- _Required work_
Output the line that contains "print_scenario(console, scenario, space)" and every line after it to the end of the entries, with nothing added or left out.
##########
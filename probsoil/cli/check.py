"""`probsoil check`: every mistake in a scenario, or what was understood of it."""

from pathlib import Path
from typing import Annotated

import typer


def check(file: Annotated[Path, typer.Argument(metavar="FILE", help="Scenario file.")]) -> None:
    """Read a scenario, name every mistake in it, and print what was understood."""
    from probsoil.assessment.evaluation import space_of
    from probsoil.cli._output import answer_console, answering
    from probsoil.cli._understood import print_scenario
    from probsoil.parameters.range_remarks import range_remarks
    from probsoil.scenario import read_scenario, remarks

    scenario = read_scenario(file)
    space = space_of(scenario)
    with answering():
        console = answer_console()
        console.print(f"{file}: no mistakes found", soft_wrap=True)
        print_scenario(console, scenario, space)
        for remark in (*remarks(scenario), *range_remarks(scenario)):
            console.print(f"Look again: {remark}")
##########
- _Task solution_
        print_scenario(console, scenario, space)
        for remark in (*remarks(scenario), *range_remarks(scenario)):
            console.print(f"Look again: {remark}")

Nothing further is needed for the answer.